◆ **Your instructions**
In the data, extract each line that holds the string "coordinate".

◆ **Source data**

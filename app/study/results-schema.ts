import { z } from 'zod';
import type {
  Caution,
  LevelFindings,
  LevelResult,
  MeasuredQuantity,
  MeasuredState,
  PointResult,
  StudyResults,
} from '#engine';
import { basisDescription, basisSetLimit, studyInBasis } from './basis-comparison-schema';
import {
  constants,
  counterpoise,
  dissociation,
  excitedState,
  fits,
  isotopologue,
  minimum,
  number,
  vibration,
  wellDepth,
} from './findings-schema';
import { studySchema } from './schema';

/*
 * The form of a results file: enough to open a file that someone else wrote without a surprise further on. Keys
 * that a later version may add are kept.
 */

const numbers = z.array(number);
const vector = z.tuple([number, number, number]);

const iterationEnds = [
  z.looseObject({ kind: z.literal('converged') }),
  z.looseObject({ kind: z.literal('iterationLimit'), limit: z.number() }),
  z.looseObject({ kind: z.literal('stagnated'), iterationsWithoutProgress: z.number() }),
  z.looseObject({ kind: z.literal('notFinite'), quantity: z.string() }),
  z.looseObject({ kind: z.literal('cancelled') }),
] as const;
const levelEnds = [...iterationEnds, z.looseObject({ kind: z.literal('orbitalsNotConverged') })] as const;
const termination = z.discriminatedUnion('kind', iterationEnds);
const levelTermination = z.discriminatedUnion('kind', levelEnds);

const spin = z.enum(['singlet', 'doublet', 'triplet', 'quartet', 'quintet', 'sextet', 'septet', 'mixed']);

const stateSymmetry = z.looseObject({
  irrep: z.string(),
  term: z
    .looseObject({
      lambda: z.number(),
      inversion: z.enum(['g', 'u']).exactOptional(),
      reflection: z.enum(['+', '-']).exactOptional(),
    })
    .exactOptional(),
});
const orbitalLabels = z.array(z.string().nullable());

const divided = { mulliken: numbers, loewdin: numbers };
const charges = z.looseObject({ ...divided, spin: z.looseObject(divided).exactOptional() });

const energyParts = z.looseObject({
  kinetic: number,
  nuclearAttraction: number,
  electronRepulsion: number,
  coulomb: number,
  exchangeCorrelation: number,
  exchange: number.exactOptional(),
  correlation: number.exactOptional(),
  nuclearRepulsion: number,
  virialRatio: number,
});

/** Something that does not exist, and why. */
const none = z.looseObject({ kind: z.literal('none'), reason: z.string() });

const unpairedElectrons = z.looseObject({ linear: number, quadratic: number, quartic: number });

const correlationParts = z.looseObject({
  total: number,
  byRank: z.array(z.looseObject({ weight: number, energy: number })),
  projected: z.discriminatedUnion('kind', [
    z.looseObject({
      kind: z.literal('found'),
      singles: z.array(z.looseObject({ orbital: z.number(), energy: number })),
      pairs: z.array(
        z.looseObject({
          orbitals: z.tuple([z.number(), z.number()]),
          energy: number,
          sameSpin: number,
        }),
      ),
    }),
    none,
  ]),
});

const sizeCorrections = z.looseObject({
  davidson: number,
  renormalised: number,
  davidsonSilver: number.exactOptional(),
  pople: number.exactOptional(),
  duchDiercksen: number.exactOptional(),
  meissner: number,
});

const hartreeFock = z.looseObject({
  kind: z.literal('hartreeFock'),
  energy: number,
  converged: z.boolean(),
  termination,
  iterations: z.number(),
  orbitalEnergies: z.union([numbers, z.looseObject({ alpha: numbers, beta: numbers })]),
  orbitalSymmetries: z
    .union([orbitalLabels, z.looseObject({ alpha: orbitalLabels, beta: orbitalLabels })])
    .exactOptional(),
  symmetry: stateSymmetry.exactOptional(),
  dipole: vector,
  energyParts: energyParts.exactOptional(),
  sSquared: number.exactOptional(),
  stability: z
    .union([z.looseObject({ singlet: number, triplet: number }), z.looseObject({ own: number })])
    .exactOptional(),
  charges: charges.exactOptional(),
});

const perturbation = z.looseObject({
  kind: z.literal('perturbation'),
  energy: number,
  correlation: number,
  reference: z.enum(['RHF', 'UHF']),
  sameSpin: number,
  oppositeSpin: number,
  energyParts: none.exactOptional(),
  converged: z.boolean(),
  termination: levelTermination,
});

const singles = z.looseObject({
  kind: z.literal('singles'),
  converged: z.boolean(),
  termination: levelTermination,
  states: z.array(
    z.looseObject({
      energy: number,
      excitation: number,
      spin: z.enum(['singlet', 'triplet']),
      symmetry: stateSymmetry.exactOptional(),
      oscillatorStrength: number,
      transitionDipole: vector,
      leading: z.array(z.looseObject({ from: z.number(), to: z.number(), weight: number })),
      naturalOccupations: numbers.exactOptional(),
      unpairedElectrons: unpairedElectrons.exactOptional(),
      dipole: vector.exactOptional(),
      energyParts: energyParts.exactOptional(),
    }),
  ),
});

const correlatedState = z.looseObject({
  energy: number,
  excitation: number,
  spin,
  symmetry: stateSymmetry.exactOptional(),
  sSquared: number,
  referenceWeight: number,
  residual: number,
  oscillatorStrength: number.exactOptional(),
  transitionDipole: vector.exactOptional(),
  dipole: vector,
  charges: charges.exactOptional(),
  naturalOccupations: numbers,
  unpairedElectrons: unpairedElectrons.exactOptional(),
  leading: z.array(
    z.looseObject({
      coefficient: number,
      weight: number,
      alpha: z.array(z.number()),
      beta: z.array(z.number()),
    }),
  ),
  configurations: z
    .array(
      z.looseObject({
        weight: number,
        doublyOccupied: z.array(z.number()),
        singlyOccupied: z.array(z.number()),
      }),
    )
    .exactOptional(),
});

const correlated = z.looseObject({
  kind: z.literal('correlated'),
  energy: number,
  correlation: number,
  converged: z.boolean(),
  termination: levelTermination,
  iterations: z.number(),
  determinants: z.number(),
  referenceWeight: number,
  reference: z.literal('UHF').exactOptional(),
  sSquared: number,
  spin,
  symmetry: stateSymmetry.exactOptional(),
  naturalOccupations: numbers,
  naturalOrbitals: z
    .looseObject({ coefficients: z.array(numbers), symmetries: orbitalLabels.exactOptional() })
    .exactOptional(),
  unpairedElectrons: unpairedElectrons.exactOptional(),
  correlationParts: correlationParts.exactOptional(),
  dipole: vector,
  energyParts: energyParts.exactOptional(),
  davidsonCorrected: number.exactOptional(),
  sizeCorrections: sizeCorrections.exactOptional(),
  states: z.array(correlatedState),
});

const failed = z.looseObject({
  kind: z.literal('failed'),
  converged: z.literal(false),
  termination: z.discriminatedUnion('kind', [
    ...levelEnds,
    z.looseObject({ kind: z.literal('refused'), message: z.string() }),
  ]),
});

const level: z.ZodType<LevelResult> = z.discriminatedUnion('kind', [
  hartreeFock,
  perturbation,
  singles,
  correlated,
  failed,
]);

const cautions: z.ZodType<readonly Caution[]> = z.array(
  z.looseObject({
    code: z.string(),
    message: z.string(),
    meaning: z.string().exactOptional(),
    remedy: z.string().exactOptional(),
    numbers: z.array(z.looseObject({ name: z.string(), value: number, unit: z.string() })).exactOptional(),
    level: z.string().exactOptional(),
    range: z.tuple([z.number(), z.number()]).exactOptional(),
  }),
);

const point: z.ZodType<PointResult> = z.looseObject({
  coordinate: z.number().nullable(),
  atoms: z.array(
    z.looseObject({
      element: z.string(),
      at: z.tuple([z.number(), z.number(), z.number()]),
      isotope: z.number().optional(),
      ghost: z.boolean().optional(),
    }),
  ),
  nuclearRepulsion: z.number(),
  scaleFactors: z.record(z.string(), z.record(z.string(), z.number())).exactOptional(),
  scaleOptimisation: z
    .looseObject({
      level: z.enum(['RHF', 'ROHF', 'UHF']),
      converged: z.boolean(),
      termination,
      iterations: z.number(),
      residual: number,
      atLimit: z.array(z.string()).exactOptional(),
    })
    .exactOptional(),
  symmetry: z
    .looseObject({
      pointGroup: z.enum(['C1', 'Ci', 'Cs', 'C2', 'C2v', 'C2h', 'D2', 'D2h']),
      linear: z.enum(['C∞v', 'D∞h']).exactOptional(),
    })
    .exactOptional(),
  levels: z.record(z.string(), level),
  cautions,
});

const weightCrossings = {
  threshold: z.number(),
  crossings: z.array(
    z.looseObject({
      coordinate: z.number(),
      uncertainty: z.number(),
      direction: z.enum(['falling', 'rising']),
    }),
  ),
};

const findings: z.ZodType<LevelFindings> = z.looseObject({
  minimum,
  constants: constants.exactOptional(),
  dissociation: dissociation.exactOptional(),
  wellDepth: wellDepth.exactOptional(),
  counterpoise: counterpoise.exactOptional(),
  vibration: vibration.exactOptional(),
  isotopologues: z.array(isotopologue).exactOptional(),
  fits: fits.exactOptional(),
  excitedStates: z.array(excitedState).exactOptional(),
  instabilityOnset: z
    .discriminatedUnion('kind', [
      z.looseObject({ kind: z.literal('found'), coordinate: z.number(), uncertainty: z.number() }),
      none,
    ])
    .exactOptional(),
  referenceWeight: z
    .discriminatedUnion('kind', [
      z.looseObject({
        kind: z.literal('found'),
        ...weightCrossings,
        coordinate: z.number(),
        uncertainty: z.number(),
      }),
      z.looseObject({ kind: z.literal('none'), ...weightCrossings, reason: z.string() }),
    ])
    .exactOptional(),
});

const measuredState: z.ZodType<MeasuredState> = z.looseObject({
  state: z.string(),
  isGroundState: z.boolean(),
  constants: z.array(
    z.looseObject({
      quantity: z.custom<MeasuredQuantity>((value) => typeof value === 'string'),
      printed: z.string(),
      value: z.number(),
      unit: z.enum(['cm⁻¹', 'Å', 'eV', 'MHz']),
      source: z.string(),
      status: z.enum(['seen', 'memory']),
      note: z.string().exactOptional(),
    }),
  ),
});

/** The study as run has its defaults filled in. */
const completeStudy = z.intersection(
  studySchema,
  z.looseObject({
    molecule: z.looseObject({ charge: z.number(), multiplicity: z.number() }),
    states: z.number(),
    frozenCore: z.boolean(),
    convergence: z.looseObject({ energy: z.number() }),
  }),
);

/** @see StudyResults */
export const resultsSchema: z.ZodType<StudyResults> = z.looseObject({
  format: z.literal('farwell/results'),
  version: z.literal(1),
  study: completeStudy,
  program: z.looseObject({
    name: z.literal('farwell'),
    version: z.string(),
    date: z.string().exactOptional(),
  }),
  basis: basisDescription,
  points: z.array(point),
  findings: z.record(z.string(), findings),
  curves: z
    .record(z.string(), z.array(z.looseObject({ name: z.string(), states: z.array(z.number().nullable()) })))
    .exactOptional(),
  furtherBases: z.array(studyInBasis(findings, cautions)).exactOptional(),
  basisSetLimit: basisSetLimit.exactOptional(),
  measured: z.array(measuredState).exactOptional(),
  cautions,
});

◆ **Expected answer**
  coordinate: z.number().nullable(),
      coordinate: z.number(),
      z.looseObject({ kind: z.literal('found'), coordinate: z.number(), uncertainty: z.number() }),
        coordinate: z.number(),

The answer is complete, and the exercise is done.